Monday, March 12, 2007

Grace Cavendish

When oh when is Gold going to published here in the US? I lust! I want! I can order it and wait 4-5 weeks (eep!) but I'd rather it come out in the nice US edition and then my library will buy it and I can read it there. BUT! WHEN?! Especially because Amazon is now taunting me also with Haunted! We need to get through the alphabet sooner people!

Y'all know I love this series. If you've forgotten or are new, Lady Grace is maid-of-honor to her majesty Queen Elizabeth (the first) and also her personal detective. The books are in diary form and chock-full of historical details and interesting facts, but without this information getting in way of the story. Not only that, but they are fun, rollicking adventures of Grace acting quite improperly and loving it. The Queen (not always the most proper woman) turns a blind eye as long as she saves the day and not many people find out.

One of my favorite parts of the series is the characterization of Queen Elizabeth. She is every bit regal, but also possesses a fantastic and wicked sense of humour.

I read Exile this summer on a dark and stormy night. Banoo Yasmine of Sharakand is an exiled Princess. There are several rumours floating around the court about why she and her retinue are in London, but the Queen as told Grace the truth-- her family was the victim of a bloody coup in Sharakand. The giant Heart of Kings ruby that she wears around her neck is rumoured to have magical powers, but Grace knows it's really a gift to the Queen to guarantee that the Banoo and her people can stay and be safe in England.

Of course, the ruby gets stolen and Grace is afraid the Queen won't continue to give the Banoo sanctuary without the ruby as security. The ruby is found, but it's discovered in Ellie's laundry basket. Grace knows her friend didn't steal the ruby, but Ellie's about to be in serious trouble if Grace can't find out who did steal it!

This book focuses a lot on the different customs of the people from Sharakand and how the English court reacts to these strangers. Unfortunately, Grace doesn't get to know any of these people really well-- there are language difficulties and she's trying to clear her best friend after all-- so they aren't very fleshed out and we don't get to know them very well. We just see Grace's perceptions as she observes them at dinner or passes them in the corridors. This isn't the strongest book in the series, but fans of Grace will not be disappointed.

I did a little happy dance when Feud came in. The Queen is having her portrait painted, but the Queen has more important things to do than stand around all day while people paint her picture. Lady Sarah, who looks somewhat like the Queen, is standing for most of the portrait, and Grace has to sit and read to her. Grace would much rather watch the painters and learn their craft. While watching the artists, Grace learns quite a few things-- especially that certain paints are poisonous.

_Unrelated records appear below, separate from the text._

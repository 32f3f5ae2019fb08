import { beforeAll, describe, expect, test } from 'vitest';
import {
  axesOf,
  layoutOf,
  phaseBytes,
  planEpochs,
  writePhases,
  type Axes,
  type Epoch,
  type RecordingSource,
} from '../../../workers/engine';
import { simulatedPlan, simulatedRecording } from '../worker/simulated';

const plan = simulatedPlan();
let recording: RecordingSource;
let axes: Axes;
let epochs: Epoch[];

beforeAll(async () => {
  recording = await simulatedRecording();
  axes = axesOf(plan, [recording.facts]);
  epochs = planEpochs(plan, [recording.facts]).epochs;
});

function write(from: number, to: number, buffer: ArrayBuffer): Promise<void> {
  return writePhases(plan, axes, [recording], epochs, { from, to }, buffer);
}

describe('writePhases', () => {
  test('writes unit phasors of its range of epochs, and touches nothing else', async () => {
    const layout = layoutOf(plan, axes, epochs.length);
    const phasors = new Float32Array(layout.byteLength / 4).fill(7);
    await write(5, 9, phasors.buffer);
    const { epochCount, samplesPerEpoch } = layout;
    for (let site = 0; site < 3; site++) {
      for (let epoch = 0; epoch < epochCount; epoch++) {
        const at = (site * epochCount + epoch) * 2 * samplesPerEpoch;
        for (let i = at; i < at + samplesPerEpoch; i++) {
          const size = Math.hypot(phasors[i], phasors[i + samplesPerEpoch]);
          if (epoch >= 5 && epoch < 9) expect(size).toBeCloseTo(1, 6);
          else expect([phasors[i], phasors[i + samplesPerEpoch]]).toEqual([7, 7]);
        }
      }
    }
  });

  test('refuses a range beyond the kept epochs, and a buffer of another plan', async () => {
    const { byteLength } = layoutOf(plan, axes, epochs.length);
    await expect(write(0, epochs.length + 1, new ArrayBuffer(byteLength))).rejects.toThrow(
      `range 0 to ${epochs.length + 1} leaves the ${epochs.length} kept epochs`,
    );
    await expect(write(0, 1, new ArrayBuffer(byteLength - 4))).rejects.toThrow(
      `where the plan needs ${byteLength}`,
    );
  });
});

describe('phaseBytes', () => {
  test('keeps each phase to the nearest of 256 steps of a turn', () => {
    const { byteLength, samplesPerEpoch } = layoutOf(plan, axes, 8);
    const phasors = new Float32Array(byteLength / 4).fill(1, 0);
    const steps = [0, 0.4, 0.6, 63.7, 127.6, -0.4, -0.6, -127.4];
    steps.forEach((step, i) => {
      phasors[i] = Math.cos((2 * Math.PI * step) / 256);
      phasors[i + samplesPerEpoch] = Math.sin((2 * Math.PI * step) / 256);
    });
    const bytes = phaseBytes(plan, axes, { buffer: phasors.buffer, epochsA: 4, epochsB: 4 });
    expect([...bytes.subarray(0, steps.length)]).toEqual([0, 0, 1, 64, 128, 0, 255, 129]);
  });

  test('refuses a buffer of another plan', () => {
    const phases = { buffer: new ArrayBuffer(8), epochsA: 4, epochsB: 4 };
    expect(() => phaseBytes(plan, axes, phases)).toThrow('a buffer of 8 bytes where the plan');
  });
});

At the same time, an acting troupe has shown up and Lady Carmina is falling mysteriously ill. Grace suspects, but can't prove, she's being poisoned. Paints are being stolen from the work room-- if Grace can find the thief, will she find the poisoner? Who would want to harm Carmina?

The problem with this book is that a feud Carmina's family is involved in is the turning point of the plot, but it's hidden in the background. The pointers leading the the feud would have been very subtle foreshadowing and would make an almost-twist (and exciting) ending. But, alas, the book is named feud, so we know it's going to be important. The most interesting thing about this book is not the feud or the information presented about feuds. The most interesting thing is the information about the painting and artistic techniques of the Elizabethan age. This story contains more false leads than the previous mysteries and is one of the best.

Now, we just have to wait patently (ha! when I have I ever been patient?!) for Gold, and then Haunted. HURRY UP!

Also, Assassin will be out in paperback in August!

1 comment:

Erin said...

These sound like something I would like! Thanks for the heads-up.